High levels of phospho-ATF2 have been detected in both human melanoma and prostate carcinoma samples, and a role for ATF2 in driving progression of these tumours has been suggested in the literature. Conversely, low levels of ATF2 expression in human breast tumours have also been reported. Experimental analysis using mouse tumour models carried out by ourselves, as well as by other research groups, has uncovered diverse roles for ATF2 in tumourigenesis. Accordingly, ATF2 was shown to contribute to melanoma development through its role in melanocyte-specific gene activation (Shah et al, 2010). In contrast, ATF2-deficient mice are sensitised to carcinogen-induced skin tumourigenesis underlining the tumour context dependent activities of the stress signalling pathway. In a mouse model of Myc oncogene-induced B-cell lymphoma development, we showed that ATF2 deficiency results in accelerated disease onset. Further in vitro analysis revealed that ATF2 responds to oncogene-induced cellular stress by inducing programmed cell death (Walczynski et al., 2013).
ATF2 drives transcriptional programmes in tumour suppression
A recent research project has focused on the role of components of the SAPK pathway in hepatocellular carcinoma (Gozdecka et al, 2014). Here, we demonstrated that JNK dependent activation of ATF2 is critical in blocking the oncogenic transformation of hepatocyte precursors (hepatoblasts) as well as in suppressing their tumourigenicity after orthotopic transplantation into recipient mouse livers. In addition, we defined a JNK and ATF2 dependent transcriptional programme that acts in a tumour suppressive manner. Further analysis revealed that this programme is frequently found inactivated or genetically altered in a variety of human tumours types, including breast, brain, colorectal and lung carcinoma. This analysis therefore confirmed that the experimental tumour models reflect human cancer scenarios. Further analysis of SAPK dependent effectors as well as other components of stress signalling pathways will therefore be the focus of future research.

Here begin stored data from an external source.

import type { ZodType } from 'zod';
import type { Component } from '../model/component.ts';
import type { Reaction } from '../model/reaction.ts';
import type { StreamState } from '../model/stream.ts';
import type { Role } from '../properties/component-roles.ts';
import type { Mixture } from '../properties/mixture.ts';
import type { BlockSlopes } from './slopes.ts';

/** Ports of a block with given settings. */
export interface Ports {
  /** names of the inlets; 'any' is any number (one or more) of nameless inlets */
  readonly inlets: readonly string[] | 'any';
  /** names of the outlets; a single outlet needs no name in the file */
  readonly outlets: readonly string[];
}

/** Names that settings may refer to; used by `BlockKind.check` while the file is read. */
export interface KnownNames {
  readonly components: readonly Component[];
  readonly reactions: readonly Reaction[];
}

/** A fault in the settings that the schema alone cannot see; `path` is relative to the block. */
export interface SettingsFault {
  readonly path: readonly (string | number)[];
  readonly code: string;
  readonly what: string;
  readonly why: string;
  readonly mend: string;
}

/** What a unit operation needs from its surroundings. */
export interface BlockContext {
  readonly name: string;
  readonly mixture: Mixture;
  readonly reactions: readonly Reaction[];
}

/** What stands between a block as it was calculated and the block that its settings ask for. */
export interface BlockFault {
  readonly code: string;
  /** leads to the setting that asks for it, relative to the block; left out: the block as a whole */
  readonly path?: readonly string[];
  readonly what: string;
  readonly why: string;
  readonly mend: string;
}

/** What a block says of itself after a pass. Duty is positive when heat is added to the process. */
export interface BlockReport {
  readonly dutyW: number;
  /** power drawn by the driver of a machine, drive losses included [W]; negative when power is delivered */
  readonly powerW: number;
  /** the part of `powerW` that does not reach the process [W] */
  readonly driveLossW: number;
  /** electrical or shaft power of refrigeration that belongs to this block [W] */
  readonly refrigerationW: number;
  /** JSON values, units in the key names */
  readonly details: Readonly<Record<string, unknown>>;
  readonly warnings: readonly { readonly code: string; readonly message: string }[];
  /**
   * What a block held back during the passes, because a guess may ask for the impossible on the way to an
   * answer that does not. Where one is left when the plant has closed, it counts as not closed.
   */
  readonly faults: readonly BlockFault[];
  readonly assumptions: readonly string[];
  /**
   * Plot-ready curves, in the same form as `details`. Worked out when asked for: a curve takes longer than a pass,
   * and the figures of an aim or a sweep need none.
   */
  readonly curves: () => Readonly<Record<string, unknown>>;
}

/** A block made ready to be evaluated pass after pass; it keeps its own work space and warm starts. */
export interface Unit {
  /**
   * One pass: read the inlets, write every outlet.
   * @throws PassTrouble when the block cannot be evaluated at these inlets
   */
  pass(inlets: readonly StreamState[], outlets: readonly StreamState[]): void;
  /**
   * The same for flows and pressures alone, where nobody asks for the heat of an outlet (`BlockKind.asksForHeat`):
   * temperature, phases and enthalpy of the outlets may be left as they are. Left out: `pass` does it.
   * @throws PassTrouble
   */
  passFlows?(inlets: readonly StreamState[], outlets: readonly StreamState[]): void;
  /**
   * Write one outlet from the one inlet that it needs (`BlockKind.needs`), before the others are known. The
   * pass that follows writes it again.
   * @throws PassTrouble
   */
  passAhead?(outlet: string, inlets: readonly StreamState[], outlets: readonly StreamState[]): void;
  /**
   * Write the derivatives of the outlets of the last pass; `slopes` comes filled with zeros. Left out, or false where
   * it has none at this point (a kink, a limit that holds): then they are taken by differences of passes.
   */
  slopes?(inlets: readonly StreamState[], outlets: readonly StreamState[], slopes: BlockSlopes): boolean;
  /**
   * How often what a pass spends its time on has been evaluated since the unit was made (a rate law along a bed):
   * a count, not a time, so that what is bounded by it ends at the same place everywhere. Left out: a pass takes little.
   */
  evaluations?(): number;
  /** Heat, power and details for the inlets and outlets of the last pass. */
  report(inlets: readonly StreamState[], outlets: readonly StreamState[]): BlockReport;
}

/**
 * A kind of unit operation. `settings` checks and converts what the file says (quantities become SI numbers,
 * keys stay as in the file). `create` gets the settings object itself and must read numbers from it at each
 * pass, so that aims and sweeps can move a setting without building the block again.
 */
export interface BlockKind<S extends object = object> {
  readonly kind: string;
  readonly summary: string;
  readonly settings: ZodType<S>;
  ports(settings: S): Ports;
  check?(settings: S, known: KnownNames): SettingsFault[];
  /**
   * May a component leave by an outlet? Left out: every component leaves by every outlet. Asked before solving,
   * to find a component that can enter a loop and has no way out of it.
   */
  passes?(settings: S, outlet: string, component: Component, role: Role): boolean;
  /** Does what enters by an inlet leave by an outlet? Left out: it does, as all inlets are mixed. */
  through?(inlet: string, outlet: string): boolean;
  /** The one inlet that an outlet can be calculated from; null, or left out: it needs all of them. */
  needs?(settings: S, outlet: string): string | null;
  /**
   * Does what a block hands on depend on the heat of its inlets, that is on their temperature, phases and enthalpy? What
   * it hands on is flows and pressures, and the heat of its outlets where that is `asked` for. Left out: it does. A block
   * that answers no without being asked must read the heat of its inlets in `report` alone.
   */
  asksForHeat?(settings: S, asked: boolean): boolean;
  /** May it hold something back during the passes, to be told among the faults of its report? Left out: never. */
  mayHoldBack?(settings: S): boolean;
  /** names of the reactions that run in this block */
  reactionsIn?(settings: S): readonly string[];
  /** those of them that run to equilibrium */
  equilibriaIn?(settings: S): readonly string[];
  /** models and sources of this block beside the state functions that all share, in plain words */
  models?(settings: S): readonly string[];
  create(settings: S, context: BlockContext): Unit;
}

Figure 2. Inverse correlation of miR-335 expression and CHFR expression in the cisplatin-sensitive A2780 ovarian tumour cell line and the cisplatin-resistant CP70 cell line.
MiR-335 in therapeutic drug response
MicroRNAs (miRs) are important regulators of gene expression and their deregulation is a common feature in tumour cells. We identified miR-335 among microRNAs that are transcriptionally down-regulated upon expression of oncogenic Ras. Uniquely, miR-335 is up-regulated transcriptionally in cells after treatment with the DNA damaging agent cisplatin. Frequently, in ovarian tumour cells miR-335 expression is epigenetically silenced by methylation that can be reversed by treatment with demethylating drugs. In a cisplatin resistant derivative (CP70) of the ovarian tumour cell line A2780 expression of miR-335 significantly re-sensitises to cisplatin-induced apoptosis. This correlates with the finding of epigenetic silencing of the endogenous miR-335 gene locus in CP70 cells. In contrast, a putative miR-335 target gene, CHFR, is epigenetically silenced in A2780 cells but shows significant expression in CP70 cells. Thus, CHFR expression in A2780 cells may be suppressed by both epigenetic silencing through methylation and post-transcriptionally by miR-335. Suppression of CHFR in CP70 cells by siRNA leads to significant sensitisation to cisplatin. CHFR is a known modulator of chromatin modifying enzymes and we find that both expression of miR-335 and suppression of CHFR leads to altered expression of histone deacetylase, HDAC1. Our data therefore suggest that CHFR is a critical target for miR-335 mediated sensitisation to cisplatin.